Mountain villages, unlike plains villages, are spread out with fields between the houses, so there are no houses 'next door' -- the nearest is several fields away, and not on the same level either. Plains villages, on the other hand, often have the narrowest passages between houses, and sometimes share common walls like apartment buildings. (The plains villages are also sometimes enclosed by defense walls.) In Ceylon the opposite pattern is found: in the plains the houses are spread out with fields between them (Ceylon never had the invasions, etc., that require defensive village works), but in the hills the villages are built by the tea estate owners for the tea pickers, and are as close as possible to each other to allow for more tea bushes. (No tea is grown in Kumaon, which is the dry side of the Himalayas, but Darjeeling tea is highly valued.)

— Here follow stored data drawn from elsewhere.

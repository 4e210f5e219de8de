//! The linear part of the equations at an equilibrium: Jacobian, eigenvalues, type, what is proved of it, and what the
//! nonlinear terms say where the linear ones are silent.
//!
//! The words here are the contract's. [`Kind`] and [`Linearisation::stable`] speak of the linear part alone;
//! [`Nonlinear`] answers where an eigenvalue is critical: real part 0, for a map modulus 1. Start at [`Lineariser`].
//! `jacobian` evaluates, `written` does so for the numbers as the file has them, `proof` (on `planar` and `place`) says what holds for every Jacobian between the bounds, `critical` how
//! much a computed eigenvalue may be off (`clear` where large communities need few vectors for it), `classify` makes words of
//! both (`light` without proofs, for branches), `nonlinear` looks at the higher terms.

mod classify;
mod clear;
mod critical;
mod jacobian;
pub(in crate::analysis) mod light;
mod nonlinear;
mod place;
mod planar;
mod proof;
mod written;

use nalgebra::Complex;

use super::equilibria::{Derivative, Equilibrium};
use super::subject::Subject;
use crate::num::eigen::{Spectrum, Unsolved, eigenvalues, spectrum};
use crate::num::interval::Interval;
use classify::Linear;
use jacobian::Rows;
pub use nonlinear::forced::{Coefficient, Forced};
use place::Border;
use proof::Proof;

/// The type of an equilibrium, by its eigenvalues alone.
#[derive(Clone, Copy, Debug, PartialEq, Eq, PartialOrd, Ord)]
pub enum Kind {
    /// All attract, the leading one real.
    StableNode,
    /// All attract, the leading ones a complex pair.
    StableSpiral,
    /// Two equal ones that attract, with two eigenvectors; in two dimensions alone.
    StableStar,
    /// Two equal ones that attract, with one eigenvector; in two dimensions alone.
    StableImproperNode,
    /// None attracts, the leading one is real.
    UnstableNode,
    /// None attracts, the leading ones are a complex pair.
    UnstableSpiral,
    /// Two equal ones that repel, with two eigenvectors; in two dimensions alone.
    UnstableStar,
    /// Two equal ones that repel, with one eigenvector; in two dimensions alone.
    UnstableImproperNode,
    /// Some attract, some repel.
    Saddle,
    /// A critical pair, nothing else critical and nothing that repels.
    Centre,
    /// A critical eigenvalue otherwise, nothing that repels.
    Undecided,
}

/// How many eigenvalues attract, are critical, and repel.
#[derive(Clone, Copy, Debug, Default, PartialEq, Eq)]
pub struct Dimensions {
    /// Real part below 0; for a map, modulus below 1.
    pub stable: usize,
    /// Real part 0; for a map, modulus 1.
    pub centre: usize,
    /// Real part above 0; for a map, modulus above 1.
    pub unstable: usize,
}

/// What the nonlinear terms say of an equilibrium with a critical eigenvalue.
#[derive(Clone, Copy, Debug, PartialEq, Eq)]
pub enum Verdict {
    /// Paths that start close by, with no abundance negative, approach it.
    Attracts,
    /// Some path that starts close by, with no abundance negative, leaves.
    Repels,
    /// Paths on one side approach it, paths on the other leave.
    SemiStable,
    /// The terms looked at do not decide.
    Open,
}

/// Which coefficient decides.
#[derive(Clone, Copy, Debug, PartialEq, Eq)]
pub enum Test {
    /// Quadratic coefficient on the centre manifold, in the interior.
    Fold,
    /// Quadratic coefficient where an absent species' own growth rate is 0.
    Transcritical,
    /// Cubic coefficient, the quadratic one being 0 by symmetry.
    Pitchfork,
    /// Cubic coefficient, the quadratic one being 0 otherwise.
    Cusp,
    /// Of a pure imaginary pair; for a map, of a pair on the unit circle.
    FirstLyapunov,
    /// Of a multiplier −1.
    Flip,
}

/// What the nonlinear terms answer, and by which coefficient.
#[derive(Clone, Copy, Debug, PartialEq)]
pub struct Nonlinear {
    /// The answer, on the side where no abundance is negative.
    pub verdict: Verdict,
    /// The coefficient's name.
    pub test: Test,
    /// Its value, in the normalisation that the test's module gives; 0 where the terms looked at do not have one, and the
    /// verdict is open.
    pub coefficient: f64,
    /// Whether an enclosure of the coefficient has one sign, and the criticality itself is proved.
    pub proven: bool,
}

/// The linear part at an equilibrium.
#[derive(Clone, Debug, PartialEq)]
pub struct Linearisation {
    /// Row i, column j: derivative of species i's rate (of a map's next state) with respect to species j; row by row, in
    /// units of i per unit of j and of time.
    pub jacobian: Vec<f64>,
    /// Holds the Jacobian at the equilibrium itself; row by row. Empty for communities too large to prove anything of.
    pub enclosure: Vec<Interval>,
    /// Eigenvalues in the contract's order, and their vectors; without these for large communities to which all deviations
    /// return, unless at most two species are present.
    pub spectrum: Spectrum,
    /// The type.
    pub kind: Kind,
    /// Whether the type is proved.
    pub kind_proven: bool,
    /// Whether all eigenvalues attract; `None` where only the nonlinear terms decide.
    pub stable: Option<bool>,
    /// Whether that is proved.
    pub stable_proven: bool,
    /// How many eigenvalues attract, are critical, repel.
    pub dimensions: Dimensions,
    /// Whether the leading multiplier of a map is real and negative.
    pub alternating: bool,
    /// What the nonlinear terms say; `None` unless an eigenvalue is critical and none repels.
    pub nonlinear: Option<Nonlinear>,
}

/// Why there is no linearisation.
#[derive(Clone, Copy, Debug, PartialEq, Eq)]
pub enum Unavailable {
    /// The rates have no derivative there: a kink, or 0/0.
    NoDerivative(Derivative),
    /// The eigenvalues could not be computed.
    Eigenvalues(Unsolved),
}

/// Up to this order elasticities of the leading eigenvalue are found, which need its vectors; and all bounds of entries are
/// of smaller ones.
const ALWAYS_WITH_VECTORS: usize = 100;

/// One scenario's equations, compiled once for all of its equilibria.
#[derive(Clone, Debug)]
pub struct Lineariser {
    rows: Rows,
    border: Border,
}

/// The linear part at one equilibrium; for several of one scenario keep a [`Lineariser`].
pub fn linearise(subject: &mut Subject<'_>, equilibrium: &Equilibrium) -> Result<Linearisation, Unavailable> {
    Lineariser::new(subject).at(equilibrium)
}

impl Lineariser {
    /// Compiles a scenario's equations and their divided forms.
    pub fn new(subject: &mut Subject<'_>) -> Self {
        let border = if subject.step().is_some() { Border::Circle } else { Border::Axis };
        Self { rows: Rows::new(subject), border }
    }

    /// The linear part at an equilibrium of the scenario.
    ///
    /// Everything proved is proved for an exact equilibrium, so only where it is proved that there is one; and of the model
    /// as the file has it, decimals and all, so only where that has one as well.
    ///
    /// # Panics
    /// If the equilibrium is not one of as many species.
    pub fn at(&self, equilibrium: &Equilibrium) -> Result<Linearisation, Unavailable> {
        let enclosure = self.rows.enclosure(equilibrium).map_err(Unavailable::NoDerivative)?;
        let middle = equilibrium.proven || equilibrium.derivative != Derivative::Exists;
        let jacobian = if middle && !enclosure.is_empty() {
            enclosure.iter().map(|entry| entry.mid()).collect()
        } else {
            self.rows.numbers(&equilibrium.state)
        };
        let n = equilibrium.state.len();
        let (spectrum, errors) = self.spectrum(&jacobian, equilibrium).map_err(Unavailable::Eigenvalues)?;
        let exact = if equilibrium.proven { &enclosure[..] } else { &[] };
        let written = if exact.is_empty() { None } else { self.rows.as_written(equilibrium) };
        let proof = written
            .as_ref()
            .map_or_else(Proof::default, |written| Proof::as_written(&written.jacobian, exact, n, self.border));
        let linear = Linear {
            numbers: &jacobian,
            enclosure: written.as_ref().map_or(exact, |written| &written.jacobian),
            exact,
            spectrum: &spectrum,
            errors,
            proof: &proof,
            border: self.border,
        };
        let class = linear.class();
        let critical = nonlinear::Critical {
            rows: &self.rows,
            numbers: nonlinear::Numbers::AsF64,
            equilibrium,
            enclosure: &enclosure,
            spectrum: &spectrum,
            proof: &proof,
            class: &class,
            border: self.border,
        };
        let nonlinear = nonlinear::judge(&critical, written.as_ref());
        let leading = spectrum.values.first();
        Ok(Linearisation {
            alternating: self.border == Border::Circle && leading.is_some_and(|z| z.im == 0.0 && z.re < 0.0),
            kind: class.kind,
            kind_proven: class.kind_proven,
            stable: class.stable,
            stable_proven: class.stable_proven,
            dimensions: class.dimensions,
            nonlinear,
            jacobian,
            enclosure,
            spectrum,
        })
    }

    /// In the contract's order, and what each eigenvalue may be off by where vectors were left out.
    ///
    /// Vectors cost more than values, and in a large community only three things ask for them: how much an eigenvalue near
    /// the border is off, where paths go beside an unstable state, and straight paths in the plane of a sketch.
    fn spectrum(&self, jacobian: &[f64], equilibrium: &Equilibrium) -> Result<(Spectrum, Option<Vec<f64>>), Unsolved> {
        let n = equilibrium.state.len();
        let crowded = || (0..n).filter(|&i| equilibrium.has(i)).nth(2).is_some();
        if n > ALWAYS_WITH_VECTORS && crowded() {
            let alone = self.ordered(Spectrum { values: eigenvalues(jacobian, n)?, vectors: None });
            if let Some(errors) = clear::errors(jacobian, &alone.values, self.border) {
                return Ok((alone, Some(errors)));
            }
        }
        Ok((self.ordered(spectrum(jacobian, n)?), None))
    }

    /// The contract's order: that of the spectrum, for maps by falling modulus.
    fn ordered(&self, spectrum: Spectrum) -> Spectrum {
        match self.border {
            Border::Axis => spectrum,
            Border::Circle => spectrum.by_modulus(),
        }
    }
}

impl Linearisation {
    /// How many species.
    pub fn order(&self) -> usize {
        self.spectrum.values.len()
    }

    /// The leading eigenvalue: of largest real part, for a map of largest modulus; of a pair the one above the real axis.
    /// `None` only without species.
    pub fn leading(&self) -> Option<Complex<f64>> {
        self.spectrum.values.first().copied()
    }

    /// How the entry of row i, column j lies in [`Linearisation::jacobian`].
    pub fn entry(&self, i: usize, j: usize) -> f64 {
        self.jacobian[i * self.order() + j]
    }
}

You'll notice that refugee relief taxes now apply to postage, as well as a lot of other things. When I was in Delhi recently there were several mock air raids -- mock in every sense, since they were looked upon generally as a nuisance to be cooperated with as little as possible. The Delhi papers are full of Bangladesh Freedom Fighter Victory Reports -- which have an air of vague plausibility and cars have bumper and windshield stickers: LIBERATE BANGLADESH; PUNISH YAHYA; CRUSH PAKISTAN. The only concern we have in Almora is that if a war does start (no one really knows if it will) they may try to evacuate us, since we're close to restricted border territory, as I'm told happened in '65, when they got everyone into evacuation centers ready to ship them out of the country, but the war ended before anyone got sent out (as it almost certainly would again), and so everyone was released again. War in these parts has something to be said for it. My only brush with belligerents so far was in Delhi: a troop of Hari Krishna freaks from California besieged the city, trying to convert the blasé Indians to the True Faith -- talk about selling ice-boxes to the Eskimos! -- I was first mistaken for one (a Krishna freak not an Eskimo), then spiritually propositioned by one (a Krishna Eskimo for all I know) -- and would have -- preferred, I think, a Moslem invasion by the Pakistan Army.
Far from that madness, the fields are green with winter wheat. The cherry trees are in blossom (yes, I know it's late November; nevertheless the cherry trees are in blossom); leaves glisten in the bright sunlight, which each morning illuminates the dew gathered in thousands of spider webs. The nine forests waver green and silver through wafting fog.